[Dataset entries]
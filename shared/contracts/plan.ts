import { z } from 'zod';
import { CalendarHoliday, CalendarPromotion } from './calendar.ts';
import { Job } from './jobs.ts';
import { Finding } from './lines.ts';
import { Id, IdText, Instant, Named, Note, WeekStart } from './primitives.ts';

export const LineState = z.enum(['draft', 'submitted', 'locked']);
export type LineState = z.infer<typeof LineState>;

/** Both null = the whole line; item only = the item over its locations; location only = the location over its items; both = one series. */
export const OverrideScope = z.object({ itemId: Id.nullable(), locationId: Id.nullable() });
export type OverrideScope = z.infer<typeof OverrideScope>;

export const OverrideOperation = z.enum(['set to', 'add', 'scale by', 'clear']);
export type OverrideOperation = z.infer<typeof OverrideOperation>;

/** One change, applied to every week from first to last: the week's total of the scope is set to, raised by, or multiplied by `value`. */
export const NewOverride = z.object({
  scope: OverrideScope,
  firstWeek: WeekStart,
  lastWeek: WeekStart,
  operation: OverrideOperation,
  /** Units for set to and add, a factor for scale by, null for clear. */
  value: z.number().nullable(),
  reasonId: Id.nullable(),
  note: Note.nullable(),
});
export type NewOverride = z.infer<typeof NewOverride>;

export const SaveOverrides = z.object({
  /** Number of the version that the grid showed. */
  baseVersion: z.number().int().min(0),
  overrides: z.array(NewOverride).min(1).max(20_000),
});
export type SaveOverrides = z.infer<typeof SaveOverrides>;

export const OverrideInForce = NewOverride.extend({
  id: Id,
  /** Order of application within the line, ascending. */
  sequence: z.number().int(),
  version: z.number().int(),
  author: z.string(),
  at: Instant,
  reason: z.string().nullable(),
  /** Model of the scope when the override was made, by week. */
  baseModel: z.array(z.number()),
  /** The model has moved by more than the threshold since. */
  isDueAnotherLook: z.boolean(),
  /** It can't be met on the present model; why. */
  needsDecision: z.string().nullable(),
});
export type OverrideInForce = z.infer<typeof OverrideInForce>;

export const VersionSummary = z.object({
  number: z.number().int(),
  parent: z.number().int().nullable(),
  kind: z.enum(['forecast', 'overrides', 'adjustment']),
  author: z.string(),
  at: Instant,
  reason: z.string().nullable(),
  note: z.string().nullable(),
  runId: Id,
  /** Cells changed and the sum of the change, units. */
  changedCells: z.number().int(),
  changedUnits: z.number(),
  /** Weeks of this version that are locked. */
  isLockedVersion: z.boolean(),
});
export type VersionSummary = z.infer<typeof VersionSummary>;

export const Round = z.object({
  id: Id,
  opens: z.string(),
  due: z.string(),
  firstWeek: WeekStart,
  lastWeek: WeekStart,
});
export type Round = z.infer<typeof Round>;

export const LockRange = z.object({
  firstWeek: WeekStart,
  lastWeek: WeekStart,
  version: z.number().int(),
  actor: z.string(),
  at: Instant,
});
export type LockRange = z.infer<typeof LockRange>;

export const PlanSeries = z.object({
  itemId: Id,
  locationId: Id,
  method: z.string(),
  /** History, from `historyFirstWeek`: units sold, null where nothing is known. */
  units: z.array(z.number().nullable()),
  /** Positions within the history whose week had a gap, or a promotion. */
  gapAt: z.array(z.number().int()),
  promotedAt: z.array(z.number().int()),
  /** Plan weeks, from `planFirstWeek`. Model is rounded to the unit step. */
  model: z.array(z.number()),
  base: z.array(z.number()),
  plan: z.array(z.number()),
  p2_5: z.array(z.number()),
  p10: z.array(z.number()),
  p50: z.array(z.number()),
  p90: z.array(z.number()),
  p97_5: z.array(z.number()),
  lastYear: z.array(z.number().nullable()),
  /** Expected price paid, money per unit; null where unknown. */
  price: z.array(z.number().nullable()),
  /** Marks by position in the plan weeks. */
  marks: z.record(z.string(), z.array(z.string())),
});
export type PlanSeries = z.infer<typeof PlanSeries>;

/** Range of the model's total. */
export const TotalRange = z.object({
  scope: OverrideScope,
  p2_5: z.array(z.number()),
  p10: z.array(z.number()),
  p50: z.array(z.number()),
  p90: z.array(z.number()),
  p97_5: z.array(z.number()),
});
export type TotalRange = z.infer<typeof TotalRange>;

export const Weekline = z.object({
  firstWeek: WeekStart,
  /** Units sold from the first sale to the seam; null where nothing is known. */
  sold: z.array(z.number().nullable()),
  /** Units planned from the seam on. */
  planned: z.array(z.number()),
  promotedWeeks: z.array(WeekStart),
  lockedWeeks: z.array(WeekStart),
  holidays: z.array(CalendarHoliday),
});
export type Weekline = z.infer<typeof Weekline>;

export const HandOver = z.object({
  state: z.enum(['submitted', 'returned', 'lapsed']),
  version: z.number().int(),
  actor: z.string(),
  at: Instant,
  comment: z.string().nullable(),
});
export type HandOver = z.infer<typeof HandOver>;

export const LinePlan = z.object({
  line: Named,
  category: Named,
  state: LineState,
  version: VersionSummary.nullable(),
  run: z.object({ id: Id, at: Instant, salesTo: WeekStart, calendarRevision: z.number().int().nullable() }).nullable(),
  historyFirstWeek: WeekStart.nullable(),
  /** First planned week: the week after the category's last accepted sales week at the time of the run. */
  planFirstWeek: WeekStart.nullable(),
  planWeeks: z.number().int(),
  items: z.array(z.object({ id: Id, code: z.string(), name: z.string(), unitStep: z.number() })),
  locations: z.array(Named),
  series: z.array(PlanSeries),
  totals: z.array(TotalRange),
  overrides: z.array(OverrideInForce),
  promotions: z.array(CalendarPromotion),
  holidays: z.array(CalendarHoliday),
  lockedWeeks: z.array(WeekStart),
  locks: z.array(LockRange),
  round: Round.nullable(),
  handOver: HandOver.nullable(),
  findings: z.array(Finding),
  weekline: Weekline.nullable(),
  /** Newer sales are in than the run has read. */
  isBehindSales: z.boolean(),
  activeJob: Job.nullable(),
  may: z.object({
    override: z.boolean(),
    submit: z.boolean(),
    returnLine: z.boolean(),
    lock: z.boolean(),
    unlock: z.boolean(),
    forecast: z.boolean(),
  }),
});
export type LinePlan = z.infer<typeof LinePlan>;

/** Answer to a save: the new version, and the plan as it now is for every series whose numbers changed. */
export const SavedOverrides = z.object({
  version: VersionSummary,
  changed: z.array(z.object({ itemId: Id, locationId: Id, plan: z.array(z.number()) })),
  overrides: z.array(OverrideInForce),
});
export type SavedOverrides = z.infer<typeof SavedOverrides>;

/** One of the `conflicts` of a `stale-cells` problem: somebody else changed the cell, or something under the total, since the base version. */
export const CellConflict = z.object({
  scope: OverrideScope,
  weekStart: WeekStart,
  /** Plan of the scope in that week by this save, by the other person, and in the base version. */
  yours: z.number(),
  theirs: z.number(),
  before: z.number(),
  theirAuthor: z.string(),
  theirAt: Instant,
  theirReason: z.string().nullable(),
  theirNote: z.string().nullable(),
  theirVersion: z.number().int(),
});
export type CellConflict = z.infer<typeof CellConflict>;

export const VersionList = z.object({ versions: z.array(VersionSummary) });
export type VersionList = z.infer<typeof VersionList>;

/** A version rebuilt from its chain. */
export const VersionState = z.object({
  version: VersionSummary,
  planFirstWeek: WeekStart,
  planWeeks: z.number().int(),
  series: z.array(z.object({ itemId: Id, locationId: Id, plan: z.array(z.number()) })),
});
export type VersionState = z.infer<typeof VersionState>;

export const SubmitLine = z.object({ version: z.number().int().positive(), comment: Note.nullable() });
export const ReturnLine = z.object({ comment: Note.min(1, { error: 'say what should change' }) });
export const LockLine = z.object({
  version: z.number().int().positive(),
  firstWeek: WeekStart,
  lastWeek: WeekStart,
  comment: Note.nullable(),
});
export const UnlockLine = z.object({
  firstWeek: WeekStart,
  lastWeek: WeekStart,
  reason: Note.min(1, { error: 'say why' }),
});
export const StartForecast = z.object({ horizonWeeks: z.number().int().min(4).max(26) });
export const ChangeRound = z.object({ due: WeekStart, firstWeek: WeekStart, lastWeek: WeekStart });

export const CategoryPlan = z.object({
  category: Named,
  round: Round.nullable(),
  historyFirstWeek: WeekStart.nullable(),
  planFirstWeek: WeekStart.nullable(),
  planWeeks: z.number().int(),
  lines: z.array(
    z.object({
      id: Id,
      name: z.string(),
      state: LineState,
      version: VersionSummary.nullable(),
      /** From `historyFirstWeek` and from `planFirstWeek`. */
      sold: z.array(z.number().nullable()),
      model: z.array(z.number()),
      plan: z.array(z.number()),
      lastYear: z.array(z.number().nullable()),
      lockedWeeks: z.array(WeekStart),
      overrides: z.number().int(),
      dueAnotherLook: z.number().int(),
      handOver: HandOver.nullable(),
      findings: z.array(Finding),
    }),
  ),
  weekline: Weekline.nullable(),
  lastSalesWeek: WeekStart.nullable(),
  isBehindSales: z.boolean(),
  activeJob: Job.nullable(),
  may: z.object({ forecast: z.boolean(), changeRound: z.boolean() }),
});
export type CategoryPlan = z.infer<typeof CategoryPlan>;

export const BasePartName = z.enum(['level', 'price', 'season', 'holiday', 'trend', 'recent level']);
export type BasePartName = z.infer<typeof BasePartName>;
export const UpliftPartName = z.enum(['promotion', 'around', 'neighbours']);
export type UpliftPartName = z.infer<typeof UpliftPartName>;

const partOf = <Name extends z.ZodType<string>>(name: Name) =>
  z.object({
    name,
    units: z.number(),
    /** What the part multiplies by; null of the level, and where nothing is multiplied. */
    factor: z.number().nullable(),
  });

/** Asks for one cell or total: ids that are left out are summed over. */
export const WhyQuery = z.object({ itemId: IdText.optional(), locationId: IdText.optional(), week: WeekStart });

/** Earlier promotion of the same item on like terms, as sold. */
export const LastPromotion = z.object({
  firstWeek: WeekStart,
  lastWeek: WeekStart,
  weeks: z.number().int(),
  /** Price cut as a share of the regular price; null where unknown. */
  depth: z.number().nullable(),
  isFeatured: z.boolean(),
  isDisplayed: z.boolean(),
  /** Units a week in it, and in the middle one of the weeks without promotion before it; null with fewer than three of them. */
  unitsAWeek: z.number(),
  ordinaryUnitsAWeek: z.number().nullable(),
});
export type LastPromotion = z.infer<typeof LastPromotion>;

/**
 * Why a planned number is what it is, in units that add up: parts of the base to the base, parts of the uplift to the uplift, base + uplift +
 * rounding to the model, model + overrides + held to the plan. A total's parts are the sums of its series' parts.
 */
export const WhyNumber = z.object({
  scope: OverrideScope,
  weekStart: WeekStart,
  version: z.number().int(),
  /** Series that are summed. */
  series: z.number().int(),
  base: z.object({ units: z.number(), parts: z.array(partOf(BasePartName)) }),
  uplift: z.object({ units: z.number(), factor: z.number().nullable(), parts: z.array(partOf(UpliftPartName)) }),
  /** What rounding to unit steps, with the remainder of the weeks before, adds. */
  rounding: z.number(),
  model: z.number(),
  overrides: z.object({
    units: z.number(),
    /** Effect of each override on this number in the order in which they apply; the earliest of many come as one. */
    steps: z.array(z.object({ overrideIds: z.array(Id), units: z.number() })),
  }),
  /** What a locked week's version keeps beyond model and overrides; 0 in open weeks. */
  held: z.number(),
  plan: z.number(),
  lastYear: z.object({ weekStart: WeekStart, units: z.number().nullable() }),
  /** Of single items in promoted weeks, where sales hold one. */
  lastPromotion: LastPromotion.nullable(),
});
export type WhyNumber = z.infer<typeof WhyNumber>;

Instructions to follow ▸
From the first line of the entries above to the line with "export const OverrideScope", please return every line exactly, keeping both ends.

Result ▸
filename shared/contracts/plan.ts
import { z } from 'zod';
import { CalendarHoliday, CalendarPromotion } from './calendar.ts';
import { Job } from './jobs.ts';
import { Finding } from './lines.ts';
import { Id, IdText, Instant, Named, Note, WeekStart } from './primitives.ts';

export const LineState = z.enum(['draft', 'submitted', 'locked']);
export type LineState = z.infer<typeof LineState>;

/** Both null = the whole line; item only = the item over its locations; location only = the location over its items; both = one series. */
export const OverrideScope = z.object({ itemId: Id.nullable(), locationId: Id.nullable() });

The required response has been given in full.